Ahmadinejad: "Sakineh non è mai stata condannata alla lapidazione"


Ahmadinejad: 'Sakineh non è mai stata condannata alla lapidazione'
20/09/2010, 11:09

TEHERAN (IRAN) - Intervista esclusiva del Presidente iraniano Mohammud Ahmadinejad alla rete televisiva ABC, rappresentata dalla giornalista Christiane Amanpour. Durante la quale Ahmadinejad ha negato che ci sia mai stata una condanna per lapidazione per Sakineh Mohammadi Ashtoni: "Questa notizia è stata creata, è incorretta. Sfortunatamente, l'Occidente, influenzato dai media Usa... è stato contaminato dai politici americani, per rendere questa una notizia". Infatti il reato di adulterio, secondo la legge iraniana, è quasi impossibile da completare. Si può essere condannati solo se al rapporto sessuale hanno assistito almeno quattro testimoni contemporaneamente (insomma, solo nel caso di un set da film porno).

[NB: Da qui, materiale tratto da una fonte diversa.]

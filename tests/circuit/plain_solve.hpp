#pragma once
// An independent solve of one d.c. network of plain numbers: impedance-form rows for every branch in one dense system, by Eigen's full-pivoting LU (a
// general-purpose library). Shares no code with lib/circuit.
#include "circuit/network.hpp"

#include <Eigen/Dense>

namespace onehand::test {

struct plain_solution {
    Eigen::VectorXd volts;   // per node
    Eigen::VectorXd current; // per row: branches, then two per track, then sources, then the held output
    double held = 0.0;
};

inline plain_solution plain_solve(const circuit::network& n)
{
    struct row {
        int from, to;
        double kv, kr, e;
    };
    std::vector<row> rows;
    for (const auto& b : n.branches) {
        const auto& o = b.options.front();
        switch (o.is) {
        case circuit::form::resistance:
            rows.push_back({b.from, b.to, 1.0, o.at.low, 0.0});
            break;
        case circuit::form::clamp:
            rows.push_back({b.from, b.to, 1.0, 0.0, o.at.low});
            break;
        case circuit::form::current:
            rows.push_back({b.from, b.to, 0.0, -1.0, o.at.low});
            break;
        case circuit::form::closed:
            rows.push_back({b.from, b.to, 1.0, 0.0, 0.0});
            break;
        default:
            rows.push_back({b.from, b.to, 0.0, 1.0, 0.0});
            break;
        }
    }
    for (const auto& t : n.tracks) {
        rows.push_back({t.end_1, t.wiper, 1.0, t.resistance.low * t.position.low, 0.0});
        rows.push_back({t.wiper, t.end_2, 1.0, t.resistance.low * (1.0 - t.position.low), 0.0});
    }
    for (const auto& s : n.sources) {
        rows.push_back({s.plus, s.minus, 1.0, 0.0, s.volts.low});
    }
    const int nodes = n.nodes - 1;
    const int size = nodes + static_cast<int>(rows.size()) + (n.held ? 1 : 0);
    Eigen::MatrixXd a = Eigen::MatrixXd::Zero(size, size);
    Eigen::VectorXd b = Eigen::VectorXd::Zero(size);
    const auto add = [&](int r, int node, double x) {
        if (node > 0) {
            a(r, node - 1) += x;
        }
    };
    const auto leave = [&](int node, int column, double x) {
        if (node > 0) {
            a(node - 1, column) += x;
        }
    };
    for (std::size_t i = 0; i < rows.size(); ++i) {
        const int r = nodes + static_cast<int>(i);
        add(r, rows[i].from, rows[i].kv);
        add(r, rows[i].to, -rows[i].kv);
        a(r, r) -= rows[i].kr;
        b(r) = rows[i].e;
        leave(rows[i].from, r, 1.0);
        leave(rows[i].to, r, -1.0);
    }
    if (n.held) {
        const int r = size - 1;
        leave(n.held->plus, r, -1.0);
        leave(n.held->minus, r, 1.0);
        add(r, n.held->sense, 1.0);
        add(r, n.held->reference, -1.0);
        b(r) = n.held->threshold.low;
        if (n.held->sense > 0) {
            b(n.held->sense - 1) -= n.held->bias.low;
        }
    }
    const Eigen::VectorXd x = a.fullPivLu().solve(b);
    plain_solution out;
    out.volts = Eigen::VectorXd::Zero(n.nodes);
    out.volts.tail(nodes) = x.head(nodes);
    out.current = x.tail(size - nodes);
    if (n.held) {
        out.held = out.volts(n.held->plus) - out.volts(n.held->minus);
    }
    return out;
}

} // namespace onehand::test
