TEST_CASE("A-02 Hart ex 6-9 through audit: a boost stage that nothing regulates")
{
    boost_text t;
    t.input = "20 V";
    t.drive = R"(frequency = "15 kHz", duty = "0.6")";
    t.feedback = "";
    t.parts = R"([capacitor]
C1 = { nets = ["HT", "0V"], value = "100 uF", rated-voltage = "100 V", dielectric = "polypropylene" }
[resistor]
R1 = { nets = ["HT", "0V"], value = "50 ohm" })";
    const audit_result r = t.audited();
    CHECK(r.set_point->basis == "running free");
    CHECK(r.set_point->output.numbers.front().whole.high == near(60.0, 2e-5)); // printed 60 V
    CHECK(whole(r, "inductor.peak").high == near(8.0, 2e-5));                  // 8.0 A
    // The continuous formula would give 50 V: with twice the inductance and more it does.
    t.inductance = "400 uH";
    CHECK(t.audited().set_point->output.numbers.front().whole.high == near(50.0, 2e-5));
}

TEST_CASE("A-24 and A-25 through audit: a timer's frequency and duty follow from its parts")
{
    boost_text t;
    t.input = "5 V";
    t.drive = R"(astable = { ra = "RA", rb = "RB", c = "CT" })";
    const auto drawn = [&](const std::string& ra, const std::string& rb, const std::string& c, const std::string& control) {
        boost_text one = t;
        one.parts +=
            fmt::format("\nRA = {{ nets = [\"VIN\", \"DIS\"], value = \"{}\" }}\nRB = {{ nets = [\"DIS\", \"TIM\"], value = \"{}\" }}\n", ra, rb);
        one.parts = with(one.parts, "[resistor]", fmt::format("CT = {{ nets = [\"TIM\", \"0V\"], value = \"{}\" }}\n[resistor]", c));
        one.drive += control;
        return one.audited();
    };
    const audit_result a = drawn("7.5k", "7.5k", "0.1 uF", "");
    CHECK(whole(a, "frequency").high == near(641.198, 1e-5)); // Boylestad prints 635 Hz with 0.7 for ln 2
    CHECK(whole(a, "duty").high == near(2.0 / 3.0));
    const audit_result low = drawn("14.4k", "7.2k", "1 nF", R"(, control = "2.33333333333 V")");
    CHECK(whole(low, "frequency").high == near(77946.0, 1e-4));
    CHECK(whole(low, "duty").high == near(0.61100, 1e-4));
    const audit_result high = drawn("14.4k", "7.2k", "1 nF", R"(, control = "4.33333333333 V")");
    CHECK(whole(high, "frequency").high == near(27591.0, 1e-4));
    CHECK(whole(high, "duty").high == near(0.86230, 1e-4));
    // Spread jointly: duty does not move with the capacitor, frequency does.
    const audit_result wide = drawn("14.4k", "7.2k", "1 nF +-10%", "");
    CHECK(whole(wide, "duty").high == near(0.75));
    CHECK(whole(wide, "frequency").high == near(50094.0 / 0.9, 1e-4));
    // A fixed control pin and an input that sags: the on-time grows without an end where the two meet.
    t.input = "3.5 V .. 5 V";
    const audit_result sag = drawn("14.4k", "7.2k", "1 nF", R"(, control = "3.33333333333 V")");
    CHECK(whole(sag, "duty").high > 0.9);
    CHECK(whole(sag, "inductor.start-up").high > whole(low, "inductor.start-up").high);
}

Poi il presidente iraniano ha continuato: "Dal momento che, in primo luogo, la signora Mohammadi non è mai stata condannata alla lapidazione, questa notizia è stata fabbricata. La propaganda che c'è dietro è molto forte, e poi quegli stessi assassini diventano sostenitori dei diritti umani". Per poi domandare provocatoriamente alla giornalista: "Mi dica lei come mai il caso di una signora che si chiama Sakineh Mohammadi Ashtiani, diventa un caso così importante per i politici americani? E' un vecchio metodo che deve cambiare. E' naturale. Chiunque può avere un'occasione, su un problema, e fare della propaganda. Ma noi ci opponiamo a come gli Usa gestisce il mondo, l'Iraq, l'Afghanistan, e altri luoghi".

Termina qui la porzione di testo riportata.